One of the models available creates segmentation maps and is optimized for mobile devices. Segmentation mapping assigns a classification such as chair, background, etc. to each pixel in an image, resulting in a map of classifications. As an example, they show two people walking down a hallway and the model is able to distinguish them from the background despite many confusing patterns on their clothes and the walls.
The application I was interested in using segmentation maps for is assisting in creating depth maps for the robot. The camera we have currently (the Intel RealSense T265) has stereo fisheye cameras which work great for some things but are fairly low resolution for creating depth maps. Currently the depth map is the primary method of detecting obstacles, so it should be as robust as possible. Depth maps are currently created using OpenCV library, which compares blocks of the stereo images and calculates distance based on the disparity between them. This method works, but often has blotchy and inconsistent results. A segmentation map could be combined with this depth map to give a better idea of where objects are, and then use the depth map to calculate distance to that object.
Running a pre-built model involves downloading the model and opening it with the TensorFlow Lite interprepter, preparing input data, and interpreting output data. After loading the models, the code starts streaming images from the webcam, cropping and resizing them to the height and width expected by the model. Next it sets that image as the input to the model, runs it, and gets the output. The output is an array of pixels each with 21 scores, one for each classification the model can assign. Numpy is used to set the pixel value to the number of the classification with the highest confidence and a color map is created from these. A downside of the pre-built models is they don’t necessarily provide detailed instructions on how to format inputs or even what classifications mean. However there is an example of using the segmentation model on their GitHub here.

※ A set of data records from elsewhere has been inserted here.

/**
 * Reduced magnetisation M/M0 against reduced temperature T/Tc: the data
 * points with the reference curves asked for (mean field, 2D Ising, …) as
 * lines, one legend entry per curve, each curve with its own colour and its
 * own dash pattern so the curves are told apart without colour too.
 */
import type { ChartLayer } from '../frame';
import { layeredChart } from '../frame';
import type { IChartTheme } from '../theme';
import { categoricalColours } from '../theme';
import type { ISweepChart } from '../sweeps/common';
import { finite } from '../sweeps/common';
import type { ITemperatureChartOptions } from './common';
import { drawnRows, reducedNote, titleLines, uniqueLabels } from './common';

/** Input of {@link buildReducedSpec}. */
export interface IReducedInput {
  /** The data in reduced units. */
  points: { x: number; y: number }[];
  /** Reference curves that may be drawn, by id. */
  curves: { id: string; label: string; x: number[]; y: number[] }[];
  /** Ids of the curves to draw, in legend order. */
  shown: string[];
}

/** Options of {@link buildReducedSpec}. */
export interface IReducedChartOptions extends ITemperatureChartOptions {
  /** Axis titles (default "T/Tc" and "M/M0"). */
  xTitle?: string;
  yTitle?: string;
}

/** Dash patterns of the curves, in order: solid, dashed, dotted, dash-dot, … */
export const REDUCED_CURVE_DASHES: readonly number[][] = Object.freeze([[1, 0], [6, 3], [2, 2], [8, 3, 2, 3], [12, 4], [4, 2, 1, 2, 1, 2], [3, 5]]);

/** Most points of one reference curve drawn (longer curves are thinned evenly, keeping both ends). */
const MAX_CURVE_POINTS = 1000;

/** Builds the reduced-magnetisation chart; no points and no curves give an empty chart saying so. */
export function buildReducedSpec(input: IReducedInput, theme: IChartTheme, options: IReducedChartOptions = {}): ISweepChart {
  const xTitle = options.xTitle ?? 'T/Tc';
  const yTitle = options.yTitle ?? 'M/M0';
  const given = input.points ?? [];
  const px = given.map(p => p?.x);
  const py = given.map(p => p?.y);
  const { rows, total } = drawnRows(px, py, () => true, options.maxPoints);
  const points = Array.from(rows, i => ({ x: px[i], y: py[i] }));
  // Curves in the order they are asked for, each once, only those that exist.
  const byId = new Map((input.curves ?? []).map(c => [c.id, c]));
  const picked = [...new Set(input.shown ?? [])].map(id => byId.get(id)).filter((c): c is IReducedInput['curves'][number] => c !== undefined);
  const names = uniqueLabels(
    picked.map(c => c.label),
    'reference curve'
  );
  const line: { x: number; y: number; curve: string; i: number }[] = [];
  const drawn: string[] = [];
  picked.forEach((c, k) => {
    const n = Math.min(c.x?.length ?? 0, c.y?.length ?? 0);
    const keep: number[] = [];
    for (let i = 0; i < n; i++) {
      if (finite(c.x[i]) && finite(c.y[i])) {
        keep.push(i);
      }
    }
    const step = keep.length > MAX_CURVE_POINTS ? (keep.length - 1) / (MAX_CURVE_POINTS - 1) : 1;
    const m = Math.min(keep.length, MAX_CURVE_POINTS);
    for (let j = 0; j < m; j++) {
      const i = keep[Math.round(j * step)];
      line.push({ x: c.x[i], y: c.y[i], curve: names[k], i: j });
    }
    if (m > 0) {
      drawn.push(names[k]);
    }
  });
  const colours = categoricalColours(theme);
  const layer: ChartLayer[] = [];
  if (line.length > 0) {
    layer.push({
      data: { values: line },
      mark: { type: 'line', strokeWidth: 2, clip: true },
      encoding: {
        x: { field: 'x', type: 'quantitative', title: xTitle },
        y: { field: 'y', type: 'quantitative', title: yTitle },
        order: { field: 'i', type: 'quantitative' },
        color: { field: 'curve', type: 'nominal', title: 'reference', scale: { domain: drawn, range: drawn.map((_, k) => colours[k % colours.length]) } },
        strokeDash: {
          field: 'curve',
          type: 'nominal',
          title: 'reference',
          scale: { domain: drawn, range: drawn.map((_, k) => REDUCED_CURVE_DASHES[k % REDUCED_CURVE_DASHES.length]) }
        }
      }
    });
  }
  layer.push({
    data: { values: points },
    mark: { type: 'point', filled: true, size: 30, color: theme.accent, opacity: 0.85, tooltip: true },
    encoding: {
      x: { field: 'x', type: 'quantitative', title: xTitle },
      y: { field: 'y', type: 'quantitative', title: yTitle },
      tooltip: [
        { field: 'x', type: 'quantitative', title: xTitle, format: '.4~g' },
        { field: 'y', type: 'quantitative', title: yTitle, format: '.4~g' }
      ]
    }
  });
  const title = `${yTitle} against ${xTitle}`;
  const missing = (input.shown ?? []).filter(id => !byId.has(id)).length;
  const caption =
    total === 0 && drawn.length === 0
      ? 'No reduced data'
      : [
          total > 0 ? `${total} points (data)` : 'no data points',
          drawn.length > 0 ? `reference curves: ${drawn.join(', ')}` : 'no reference curves',
          missing > 0 ? `${missing} requested curves unknown` : ''
        ]
          .filter(s => s)
          .join('; ') + reducedNote(points.length, total);
  return {
    spec: layeredChart(layer, {
      description: `${title}: the data as points, reference curves as lines told apart by colour and dash. ${caption}`,
      theme,
      title: titleLines(title, caption, options),
      height: options.height
    }),
    rows: points.length + line.length,
    title,
    caption
  };
}
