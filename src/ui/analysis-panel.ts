/**
 * The analysis panel docked beside a notebook: it names the table's source
 * cell (with a control that selects it), lets the user choose x and y columns
 * and draws them. Anything unusable is a message in the panel.
 */
import type { ITranslator, TranslationBundle } from '@jupyterlab/translation';
import type { Message } from '@lumino/messaging';
import { Signal } from '@lumino/signaling';
import type { ISignal } from '@lumino/signaling';
import { Panel, Widget } from '@lumino/widgets';
import { buildFitOverlaySpec } from '../charts/fit-overlay';
import { buildScatterSpec } from '../charts/scatter';
import type { IAnalysisOutcome } from '../core/analysis';
import type { ISavedAnalysis } from '../core/saved';
import type { IColumn, ParseResult, ITable } from '../core/table';
import { splitHeader } from '../core/table';
import { ChartView } from './chart-view';
import { readChartTheme } from './chart-theme';
import type { IPlottableColumn } from './column-choice';
import { defaultPair, guessSigmaColumn, plottableColumns } from './column-choice';
import type { AnalysisRunner } from './analysis-runner';
import { FitSection } from './fit-section';
import type { ILandauOutcome } from './fit-section';
import { IsothermSection } from './isotherm-section';

let panelCount = 0;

More Robotics Applications
There are huge numbers of options for how TensorFlow can be used to help robotics. The obvious options are segmentation maps, object detection, and voice command recognition where pre-built models are available. Creating custom models massively expands the possibilities. Using TensorFlow for pathfinding could be another project but looks fairly difficult. Training data must be collected and prepared and a simulation of the robot might be useful for training. Another option would be to take image and sensor data (from laser range finders for example) and use them to plan which directions are safe to move in. This field/use is often called sensor fusion, taking all the data coming in and creating a useful model from it. One more pre-built model I thought looked interesting is a pose-estimation model that estimates what pose a person is standing in. This could be used to add human interaction such as having the robot respond to gestures such as waves.
I think TensorFlow is a good option for a robot, especially the Coral Edge TPU for power efficiency. Tensorflow has many pre-trained models which as well as new models have the potential to majorly improve the robots perception.